● **Try it**:
Return verbatim the run of lines that opens with the line holding "lon: middles[2 *" and closes with the last line of the records.
Top of Data to process
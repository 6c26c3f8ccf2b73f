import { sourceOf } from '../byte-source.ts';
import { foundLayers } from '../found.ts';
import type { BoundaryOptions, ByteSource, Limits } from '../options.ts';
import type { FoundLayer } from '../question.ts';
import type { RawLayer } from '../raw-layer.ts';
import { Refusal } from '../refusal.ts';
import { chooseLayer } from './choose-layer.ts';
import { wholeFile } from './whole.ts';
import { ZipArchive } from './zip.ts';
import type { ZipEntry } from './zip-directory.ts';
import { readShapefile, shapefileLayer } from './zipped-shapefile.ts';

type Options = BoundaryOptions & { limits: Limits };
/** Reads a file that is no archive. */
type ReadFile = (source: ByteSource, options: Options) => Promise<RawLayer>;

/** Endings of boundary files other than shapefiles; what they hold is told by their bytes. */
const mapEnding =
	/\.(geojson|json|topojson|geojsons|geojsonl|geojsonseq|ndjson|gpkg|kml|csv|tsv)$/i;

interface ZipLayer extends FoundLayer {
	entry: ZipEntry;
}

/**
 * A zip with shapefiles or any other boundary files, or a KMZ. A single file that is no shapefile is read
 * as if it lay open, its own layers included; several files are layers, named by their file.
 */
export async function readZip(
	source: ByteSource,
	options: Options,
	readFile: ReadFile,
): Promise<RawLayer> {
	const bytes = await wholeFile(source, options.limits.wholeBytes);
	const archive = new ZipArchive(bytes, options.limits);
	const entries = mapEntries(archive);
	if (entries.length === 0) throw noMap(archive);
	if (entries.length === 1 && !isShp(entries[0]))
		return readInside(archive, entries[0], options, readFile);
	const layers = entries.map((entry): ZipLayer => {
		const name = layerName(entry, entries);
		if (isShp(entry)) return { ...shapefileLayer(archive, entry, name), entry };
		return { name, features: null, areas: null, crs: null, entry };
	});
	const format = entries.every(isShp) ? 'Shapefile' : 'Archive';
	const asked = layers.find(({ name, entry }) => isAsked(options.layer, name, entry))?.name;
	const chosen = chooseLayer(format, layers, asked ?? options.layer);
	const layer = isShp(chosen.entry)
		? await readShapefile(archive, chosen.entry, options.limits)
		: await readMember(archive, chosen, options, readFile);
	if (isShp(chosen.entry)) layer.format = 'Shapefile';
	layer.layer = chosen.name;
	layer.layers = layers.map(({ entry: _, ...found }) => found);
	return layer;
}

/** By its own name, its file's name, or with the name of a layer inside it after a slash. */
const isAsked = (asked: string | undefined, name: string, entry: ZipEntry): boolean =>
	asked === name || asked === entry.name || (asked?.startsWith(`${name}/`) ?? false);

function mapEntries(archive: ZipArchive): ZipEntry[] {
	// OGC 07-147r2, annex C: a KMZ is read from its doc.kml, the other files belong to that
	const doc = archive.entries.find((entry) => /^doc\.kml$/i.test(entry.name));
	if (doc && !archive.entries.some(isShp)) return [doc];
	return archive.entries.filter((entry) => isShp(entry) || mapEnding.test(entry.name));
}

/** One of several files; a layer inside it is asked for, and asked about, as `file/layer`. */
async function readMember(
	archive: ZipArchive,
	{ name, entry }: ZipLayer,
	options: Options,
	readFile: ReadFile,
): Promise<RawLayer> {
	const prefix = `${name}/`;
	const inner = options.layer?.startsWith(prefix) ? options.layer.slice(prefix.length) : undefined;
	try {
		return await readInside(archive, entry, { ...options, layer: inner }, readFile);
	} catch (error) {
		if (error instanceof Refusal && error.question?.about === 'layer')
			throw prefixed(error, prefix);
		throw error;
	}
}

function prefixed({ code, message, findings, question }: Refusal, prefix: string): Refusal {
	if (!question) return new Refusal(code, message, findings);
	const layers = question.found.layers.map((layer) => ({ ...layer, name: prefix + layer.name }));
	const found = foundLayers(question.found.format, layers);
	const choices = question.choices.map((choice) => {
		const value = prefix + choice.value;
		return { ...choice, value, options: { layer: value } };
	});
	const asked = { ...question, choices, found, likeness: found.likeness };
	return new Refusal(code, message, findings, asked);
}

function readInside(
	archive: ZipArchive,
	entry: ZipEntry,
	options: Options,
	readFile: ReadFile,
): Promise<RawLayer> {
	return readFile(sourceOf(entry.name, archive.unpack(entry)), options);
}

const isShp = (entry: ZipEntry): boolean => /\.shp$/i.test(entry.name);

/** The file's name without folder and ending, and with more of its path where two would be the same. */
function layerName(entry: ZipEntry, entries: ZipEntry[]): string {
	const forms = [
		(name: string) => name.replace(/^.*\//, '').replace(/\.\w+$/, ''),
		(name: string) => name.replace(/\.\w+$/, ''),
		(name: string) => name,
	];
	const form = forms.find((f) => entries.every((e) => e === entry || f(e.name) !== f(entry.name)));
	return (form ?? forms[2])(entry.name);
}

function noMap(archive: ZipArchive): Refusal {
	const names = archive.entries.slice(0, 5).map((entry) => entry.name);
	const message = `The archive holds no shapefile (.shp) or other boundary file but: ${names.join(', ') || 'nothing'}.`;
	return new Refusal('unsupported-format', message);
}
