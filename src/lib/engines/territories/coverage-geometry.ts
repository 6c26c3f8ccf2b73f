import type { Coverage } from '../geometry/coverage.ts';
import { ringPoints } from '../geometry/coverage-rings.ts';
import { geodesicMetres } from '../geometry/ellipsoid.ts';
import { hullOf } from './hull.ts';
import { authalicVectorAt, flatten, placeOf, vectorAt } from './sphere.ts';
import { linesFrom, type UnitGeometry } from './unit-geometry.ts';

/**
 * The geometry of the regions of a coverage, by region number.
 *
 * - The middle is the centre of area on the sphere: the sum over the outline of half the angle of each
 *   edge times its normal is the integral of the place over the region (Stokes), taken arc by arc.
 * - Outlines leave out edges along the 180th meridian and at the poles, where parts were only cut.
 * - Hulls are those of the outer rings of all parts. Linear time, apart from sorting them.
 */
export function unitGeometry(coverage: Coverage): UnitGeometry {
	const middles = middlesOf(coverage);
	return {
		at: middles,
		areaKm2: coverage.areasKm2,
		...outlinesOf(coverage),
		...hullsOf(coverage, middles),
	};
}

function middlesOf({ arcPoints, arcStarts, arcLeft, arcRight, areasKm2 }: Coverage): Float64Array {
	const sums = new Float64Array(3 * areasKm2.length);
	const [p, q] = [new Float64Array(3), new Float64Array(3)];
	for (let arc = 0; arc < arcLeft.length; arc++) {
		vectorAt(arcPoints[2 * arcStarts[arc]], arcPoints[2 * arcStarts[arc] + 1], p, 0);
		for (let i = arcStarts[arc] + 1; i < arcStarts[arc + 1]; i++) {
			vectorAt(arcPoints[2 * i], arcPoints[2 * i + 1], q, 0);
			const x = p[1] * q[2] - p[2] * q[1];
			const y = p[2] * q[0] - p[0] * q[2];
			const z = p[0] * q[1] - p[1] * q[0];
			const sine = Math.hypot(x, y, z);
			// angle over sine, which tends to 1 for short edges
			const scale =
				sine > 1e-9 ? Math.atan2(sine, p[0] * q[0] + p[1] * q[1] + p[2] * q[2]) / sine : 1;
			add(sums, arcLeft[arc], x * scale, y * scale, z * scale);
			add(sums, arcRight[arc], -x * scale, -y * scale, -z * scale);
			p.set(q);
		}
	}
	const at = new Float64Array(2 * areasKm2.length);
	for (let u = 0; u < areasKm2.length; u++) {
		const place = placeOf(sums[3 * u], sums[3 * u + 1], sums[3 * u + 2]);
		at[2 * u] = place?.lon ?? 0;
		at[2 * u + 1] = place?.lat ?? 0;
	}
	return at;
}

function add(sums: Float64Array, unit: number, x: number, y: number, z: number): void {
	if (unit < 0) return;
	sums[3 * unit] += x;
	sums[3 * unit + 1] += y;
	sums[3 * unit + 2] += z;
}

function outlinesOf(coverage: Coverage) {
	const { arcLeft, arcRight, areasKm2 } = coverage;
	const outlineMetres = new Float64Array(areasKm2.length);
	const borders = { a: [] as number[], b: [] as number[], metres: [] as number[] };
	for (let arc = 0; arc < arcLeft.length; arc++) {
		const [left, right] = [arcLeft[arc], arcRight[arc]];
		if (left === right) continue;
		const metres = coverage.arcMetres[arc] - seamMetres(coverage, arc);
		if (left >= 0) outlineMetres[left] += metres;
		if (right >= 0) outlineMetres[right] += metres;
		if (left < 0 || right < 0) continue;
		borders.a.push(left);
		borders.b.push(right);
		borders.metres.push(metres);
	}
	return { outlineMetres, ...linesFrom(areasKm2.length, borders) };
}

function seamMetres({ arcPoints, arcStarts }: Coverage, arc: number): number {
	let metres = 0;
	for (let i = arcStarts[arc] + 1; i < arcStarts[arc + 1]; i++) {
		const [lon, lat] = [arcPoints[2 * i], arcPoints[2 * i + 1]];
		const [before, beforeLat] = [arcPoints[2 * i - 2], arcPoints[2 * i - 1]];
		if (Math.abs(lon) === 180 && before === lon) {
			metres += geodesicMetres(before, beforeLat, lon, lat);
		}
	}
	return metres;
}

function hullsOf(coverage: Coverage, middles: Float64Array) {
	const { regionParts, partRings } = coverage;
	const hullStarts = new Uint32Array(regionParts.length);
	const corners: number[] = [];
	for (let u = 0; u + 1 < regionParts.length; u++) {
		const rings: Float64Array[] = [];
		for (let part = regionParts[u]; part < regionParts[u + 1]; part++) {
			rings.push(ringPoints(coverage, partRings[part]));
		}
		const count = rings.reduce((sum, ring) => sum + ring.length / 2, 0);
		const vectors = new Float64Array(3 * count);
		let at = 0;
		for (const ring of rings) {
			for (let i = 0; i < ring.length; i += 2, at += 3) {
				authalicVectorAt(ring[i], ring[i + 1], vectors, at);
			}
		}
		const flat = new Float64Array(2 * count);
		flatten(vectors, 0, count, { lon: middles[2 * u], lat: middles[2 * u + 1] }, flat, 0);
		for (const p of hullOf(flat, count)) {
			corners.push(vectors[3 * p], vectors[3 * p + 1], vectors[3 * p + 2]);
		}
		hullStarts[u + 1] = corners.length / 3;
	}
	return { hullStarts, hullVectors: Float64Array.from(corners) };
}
Bottom of Data to process
● **Task solution**:
		flatten(vectors, 0, count, { lon: middles[2 * u], lat: middles[2 * u + 1] }, flat, 0);
		for (const p of hullOf(flat, count)) {
			corners.push(vectors[3 * p], vectors[3 * p + 1], vectors[3 * p + 2]);
		}
		hullStarts[u + 1] = corners.length / 3;
	}
	return { hullStarts, hullVectors: Float64Array.from(corners) };
}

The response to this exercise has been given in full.